The Indiana Fever Caitlin Clark superstar was undergoing his third injury from the regular season on Tuesday evening in Boston against Connecticut Sun, making him miss the match on Wednesday evening against New York freedom.
The fever coach Stephanie White spoke with the journalists before the team’s Wednesday match and he was asked if the physical game could have a role in Clark who undergoes his last injury. His answer really gave credibility to this very possibility.
“Someone who has the ball in her hands as much as Caitlin, the physics she knows for 40 minutes,” White told journalists on Wednesday. “It makes you load differently. It makes you explode differently. It makes you speed up and decelerates differently. It is not the fluid movement that we want to see with regard to freedom of movement.
“And I think that all these things sometimes, when it may not be a blow or another, over time can contribute (an injury). This is why freedom of movement is a huge accent from our coaches when we have conversations at the level of the league.

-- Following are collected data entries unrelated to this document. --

"""The wheel ships the built-in definitions and templates (non-editable install works)."""
import subprocess
import sys
import zipfile
from pathlib import Path

import pytest

ROOT = Path(__file__).resolve().parents[1]


@pytest.fixture(scope="module")
def wheel(tmp_path_factory):
    out = tmp_path_factory.mktemp("wheel")
    subprocess.run([sys.executable, "-m", "pip", "wheel", "--no-deps", "--no-build-isolation",
                    "--quiet", "-w", str(out), str(ROOT)], check=True, capture_output=True)
    return next(out.glob("heschl-*.whl"))


def test_wheel_contains_definitions_and_templates(wheel):
    names = zipfile.ZipFile(wheel).namelist()
    for kind in ("paradigms", "features", "templates"):
        shipped = {Path(n).name for n in names if n.startswith(f"heschl/{kind}/")}
        expected = {p.name for p in (ROOT / kind).iterdir() if p.is_file()}
        assert expected and expected <= shipped, kind


def test_installed_wheel_finds_its_definitions_outside_the_checkout(wheel, tmp_path):
    target = tmp_path / "site"
    subprocess.run([sys.executable, "-m", "pip", "install", "--no-deps", "--quiet", "--target",
                    str(target), str(wheel)], check=True, capture_output=True)
    code = ("import heschl.config as c, heschl.pages as r; "
            "p = c.load_paradigm(c.builtin_dir('paradigms') / 'oddball.toml'); "
            "print(c.builtin_dir('templates')); print(p.name)")
    env = {"PYTHONPATH": str(target), "PATH": ""}
    done = subprocess.run([sys.executable, "-c", code], cwd=tmp_path, env=env, check=True,
                          capture_output=True, text=True)
    where, name = done.stdout.split()
    assert Path(where).is_relative_to(target) and name == "oddball"
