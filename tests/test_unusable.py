"""A recording that is read but cannot be used still gets its page, with the evidence
that led there, and stays listed in the study's tables; only an unreadable file ends
without a page.

The recordings come from the second, independent generator (tests/gen2), so the broken
channels are planted by code that was not written with heschl's rules in view.
"""
import json

import pandas as pd
import pytest

from heschl.cli import main

gen2 = pytest.importorskip("gen2")  # tests/gen2, on the path through pytest's rootdir


@pytest.fixture(scope="module")
def half_broken(tmp_path_factory):
    """Two 32-channel oddballs: sub-G01 with half of its channels broken (10 flat, 6 noisy),
    sub-G02 intact; run through the command line as a user would."""
    root = tmp_path_factory.mktemp("half-broken")
    study = gen2.make_study(root, n_channels=32, sensor_noise=0.1, subjects=2, paradigms=("oddball",),
                            bad={"G01": ["flat"] * 10 + ["noisy"] * 6}, duration_s=60, seed=3)
    assert main(["-q", "run", str(study)]) == 1   # one recording unusable
    truth = json.loads((root / "truth.json").read_text(encoding="utf-8"))
    planted = {r["channel"] for rec in truth["recordings"].values() if rec["subject"] == "G01"
               for r in rec["bad_channels"]}
    return root / "derivatives" / "heschl", planted


def test_an_unusable_recording_gets_a_page_that_shows_why(half_broken):
    output, planted = half_broken
    folder = output / "sub-G01" / "eeg"
    qc = json.loads((folder / "sub-G01_task-oddball_qc.json").read_text(encoding="utf-8"))
    assert qc["verdict"] == "unusable"
    assert qc["unusable"]["stage"] == "clean"
    (reason,) = [f["message"] for f in qc["flags"]]
    assert "EEG channels are bad" in reason and "more than a quarter" in reason
    found = set(qc["channels"]["found_bad"])
    assert found and found <= planted  # what it found is what was planted, nothing else

    evidence = json.loads((folder / "sub-G01_task-oddball_evidence.json").read_text(encoding="utf-8"))
    stats = evidence["detector"]["eeg"]["channels"]
    assert len(stats) == 32 and set(evidence["detector"]["eeg"]["bad"]) == found
    assert evidence["spectra"]["types"]["eeg"]["before"]  # spectra as harmonised
    assert [c for c, s in zip(evidence["sensors"]["channels"], evidence["sensors"]["state"]) if s != "good"]

    page = (folder / "sub-G01_task-oddball_review.html").read_text(encoding="utf-8")
    head = page[:page.index('id="signoff"')]
    assert 'class="verdict unusable"' in head and "EEG channels are bad" in head  # first screenful
    for section in ('id="spectra"', 'id="sensors"', 'id="detector"', 'id="statistics"'):
        assert section in page
    for channel in found:
        assert f"<td>{channel}</td>" in page
    assert "Research software, not a medical device" in page
    # No features and no arrays are written for it, and nothing claims to be a measure.
    features = pd.read_csv(folder / "sub-G01_task-oddball_features.tsv", sep="\t")
    assert len(features) == 0
    assert not list(folder.glob("*.nc"))


def test_the_study_lists_the_unusable_recording(half_broken):
    output, _ = half_broken
    qc = pd.read_csv(output / "group" / "qc.tsv", sep="\t", na_values=["n/a"], keep_default_na=False)
    row = qc.loc[qc["participant_id"] == "sub-G01"].iloc[0]
    assert row["verdict"] == "unusable" and "EEG channels are bad" in row["flags"]
    features = pd.read_csv(output / "group" / "features.tsv", sep="\t")
    assert "sub-G01" not in set(features["participant_id"])
    page = (output / "group" / "review.html").read_text(encoding="utf-8")
    assert "sub-G01" in page and "sub-G01/eeg/sub-G01_task-oddball_review.html" in page


def test_an_unusable_recording_is_not_processed_again_when_nothing_changed(half_broken, tmp_path, capsys):
    output, _ = half_broken
    study = output.parent.parent / "study.toml"
    assert main(["run", str(study)]) == 1
    assert "2 already up to date" in capsys.readouterr().out


def test_a_recording_whose_rate_the_paradigm_cannot_meet_gets_a_page(tmp_path):
    # Harmonising stops (sampled below the analysis rate): the page shows the spectra as read.
    study = gen2.make_study(tmp_path, n_channels=32, subjects=1, paradigms=("oddball",), sfreq=200.0,
                            duration_s=30)
    assert main(["-q", "run", str(study)]) == 1   # one recording unusable
    folder = tmp_path / "derivatives" / "heschl" / "sub-G01" / "eeg"
    qc = json.loads((folder / "sub-G01_task-oddball_qc.json").read_text(encoding="utf-8"))
    assert qc["verdict"] == "unusable" and qc["unusable"]["stage"] == "harmonise"
    assert "below the paradigm" in qc["flags"][0]["message"]
    page = (folder / "sub-G01_task-oddball_review.html").read_text(encoding="utf-8")
    assert 'id="spectra"' in page and "stopped before the bad-channel detector" in page
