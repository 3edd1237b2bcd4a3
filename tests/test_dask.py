"""Running a study on Dask: the same files as a local run, resume, and a one-line error."""
import pytest

from heschl import batch
from heschl.errors import InputDataError
from heschl.outputs import recording_paths
from heschl.inputs import discover


def test_a_local_dask_cluster_redoes_only_what_is_missing_and_writes_the_same_files(study_copy):
    recordings = discover(study_copy)
    target = next(r for r in recordings if r.site == "alder" and r.paradigm == "clicktrain")
    paths = recording_paths(study_copy.output, target)
    before = {name: paths[name].read_bytes() for name in ("features", "qc")}
    paths["provenance"].unlink()  # as after a crash: provenance, written last, is missing
    summaries = batch.run_study(study_copy, jobs=2, cluster="local")
    status = {(s["participant_id"], s["paradigm"]): s["status"] for s in summaries}
    assert status.pop((target.participant_id, "clicktrain")) == "done"
    assert set(status.values()) == {"unchanged"}
    # A pure task: the same inputs give the same bytes on a Dask worker as in a local process.
    assert {name: paths[name].read_bytes() for name in ("features", "qc")} == before
    assert paths["provenance"].exists()


def test_an_unreachable_scheduler_is_a_one_line_error(study_copy, monkeypatch):
    monkeypatch.setattr(batch, "CONNECT_TIMEOUT", "2s")
    with pytest.raises(InputDataError, match=r'cluster: cannot reach the Dask scheduler at "tcp://127.0.0.1:9"'
                                             r" \(.*\); start the scheduler and workers, or check the address"):
        batch.run_study(study_copy, cluster="tcp://127.0.0.1:9")
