"""Re-reference policies: linear, reference-invariant differences, mastoid pairs."""
import numpy as np
import pytest

import mne

from heschl.clean import rereference
from heschl.errors import InputDataError

NAMES = ["Fz", "FCz", "Cz", "Pz", "TP9", "TP10"]


def _raw(data):
    info = mne.create_info(NAMES, 250.0, "eeg")
    return mne.io.RawArray(data.copy(), info, verbose="error")


@pytest.fixture
def data():
    return np.random.default_rng(0).normal(0, 10e-6, (len(NAMES), 500))


@pytest.mark.parametrize("reference", ["average", "linked-mastoids", ("Cz",), ("TP9", "TP10")])
def test_rereferencing_is_linear(data, reference):
    # docs/REFERENCES.md F19: reref(dev) - reref(std) == reref(dev - std) to 1e-12 (linearity).
    rng = np.random.default_rng(1)
    dev, std = data, rng.normal(0, 10e-6, data.shape)
    a, b, d = _raw(dev), _raw(std), _raw(dev - std)
    for raw in (a, b, d):
        rereference(raw, reference)
    np.testing.assert_allclose(a.get_data() - b.get_data(), d.get_data(), atol=1e-18)


def test_linked_mastoids_use_the_mastoid_pair(data):
    raw = _raw(data)
    record = rereference(raw, "linked-mastoids")
    assert record == {"reference": "linked-mastoids", "channels": ["TP9", "TP10"]}
    expected = data - data[[4, 5]].mean(axis=0)
    np.testing.assert_allclose(raw.get_data(), expected, atol=1e-18)


def test_average_reference_sums_to_zero(data):
    raw = _raw(data)
    rereference(raw, "average")
    np.testing.assert_allclose(raw.get_data().sum(axis=0), 0.0, atol=1e-18)


def test_as_recorded_leaves_data_alone(data):
    raw = _raw(data)
    assert rereference(raw, "as-recorded") == {"reference": "as-recorded"}
    np.testing.assert_array_equal(raw.get_data(), data)


def test_missing_reference_channel_is_a_one_line_error(data):
    with pytest.raises(InputDataError, match=r"^x\.vhdr: reference channels M1 are not in the recording; choose"):
        rereference(_raw(data), ("M1",), where="x.vhdr")
    raw = mne.io.RawArray(data[:4].copy(), mne.create_info(NAMES[:4], 250.0, "eeg"), verbose="error")
    with pytest.raises(InputDataError, match=r"no mastoid pair"):
        rereference(raw, "linked-mastoids", where="x.vhdr")


def test_mastoid_polarity_inverts_under_average_reference():
    # docs/REFERENCES.md F19 (Naatanen et al. 2007): with a generator in auditory cortex the
    # mismatch response is negative fronto-centrally and positive at the mastoids under an
    # average (or nose) reference; a linked-mastoid reference absorbs it (mastoids read 0).
    # The potentials against an inactive (nose-like) point, V; the same scalp field read
    # against the linked mastoids, as many labs record it, shows no mastoid inversion at all.
    scalp = np.array([-1.0, -1.0, -0.8, -0.2, 0.6, 0.6])[:, None] * np.ones((1, 10)) * 1e-6
    as_recorded = scalp - scalp[[4, 5]].mean(axis=0)
    assert (as_recorded[[4, 5]] == 0).all()

    avg = _raw(as_recorded)
    rereference(avg, "average")
    # Independent computation (common practice, the definition of the average reference):
    # subtract the mean over the EEG channels at every sample, by hand with numpy. It
    # equals the scalp field minus its mean whatever the recording reference was.
    by_hand = as_recorded - as_recorded.mean(axis=0)
    np.testing.assert_allclose(by_hand, scalp - scalp.mean(axis=0), atol=1e-18)
    np.testing.assert_allclose(avg.get_data(), by_hand, atol=1e-18)
    # The inversion appears only through re-referencing: mastoids were 0, now positive.
    assert (avg.get_data()[[4, 5]] > 0.5e-6).all() and (avg.get_data()[[0, 1]] < 0).all()

    linked = _raw(scalp)
    rereference(linked, "linked-mastoids")
    assert (scalp[[4, 5]] > 0).all()  # before: the mastoids carry the response
    np.testing.assert_allclose(linked.get_data(), as_recorded, atol=1e-18)
    np.testing.assert_allclose(linked.get_data()[[4, 5]], 0.0, atol=1e-18)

White is the Clark coach, and she is in a natural position to be defensive of how his superstar player is defended. However, she also has the unique prospect of having trained against her with the sun last season.
“There is a level of physicity with which they are able to play against it”, ” White explained to journalists after the team’s sun victory on Tuesday. “I knew him as an adversary, and I see him like his coach, and I don’t know exactly why, but that’s just what it is, and we have to help him learn to adjust it and use it against them in certain ways.”
White also told journalists that she thought that the level of physics overall increased in the WNBA compared to previous standards. Is this a clark problem? Is it more a league problem as a league with the quantity of leverage that defenders can disrupt freedom of movement? It may be a healthy mix of the two.
During the Indiana home victory against the Dallas Wings on Sunday, ESPN analyst and former player of the WNBA Rebecca Lobo and the ESPN game ad, Ryan Ruocco, specifically underlined several moments of the broadcast where Clark was at fault while being defended in a few seconds. The clip is a convincing example to stimulate White’s argument.
The New Yorker‘s Louisa Thomas wrote an excellent play in June On the way Clark crosses the same growing pain as the legend of the NBA Michael Jordan went through his first years in the League, when Detroit pistons The author of a specialized physicity plan to make it more difficult to succeed.
Jordan has finally exceeded this, and all the evidence of Clark’s career suggests so far that she should possibly do the same. The injuries are raised throughout the league, highlighting the larger argument of White according to which physicity has indeed changed over time with regard to WNBA referees.
Does the added physical game contribute to the risk of clark injury? Objectively speaking, this is probably the case. Is all the risk of injury due to the added physical game? Common sense would say it, probably not. There is a fine line in officials who need to look more carefully how physically defenders play their opponents and simply accept how general physicity grew up in WNBA competition.
Part of Clark’s growth to be the best pro possible will depend on its ability to regularly manage aggressive defenses. Part of what will keep the best WNBA players on the field is an additional accent on the guarantee of freedom of movement remains as fluid as possible without giving offensive players an unjust advantage. Like white clues, opposite defenses will benefit from what civil servants give them.
The officiating WNBA remains a painful point in recent times, so that any significant adjustment to find a better balance will most likely and slowly come. For the moment, Clark faces a difficult balance itself between learning to play by physicality and staying healthy in the process. Like Jordan, she will understand in time.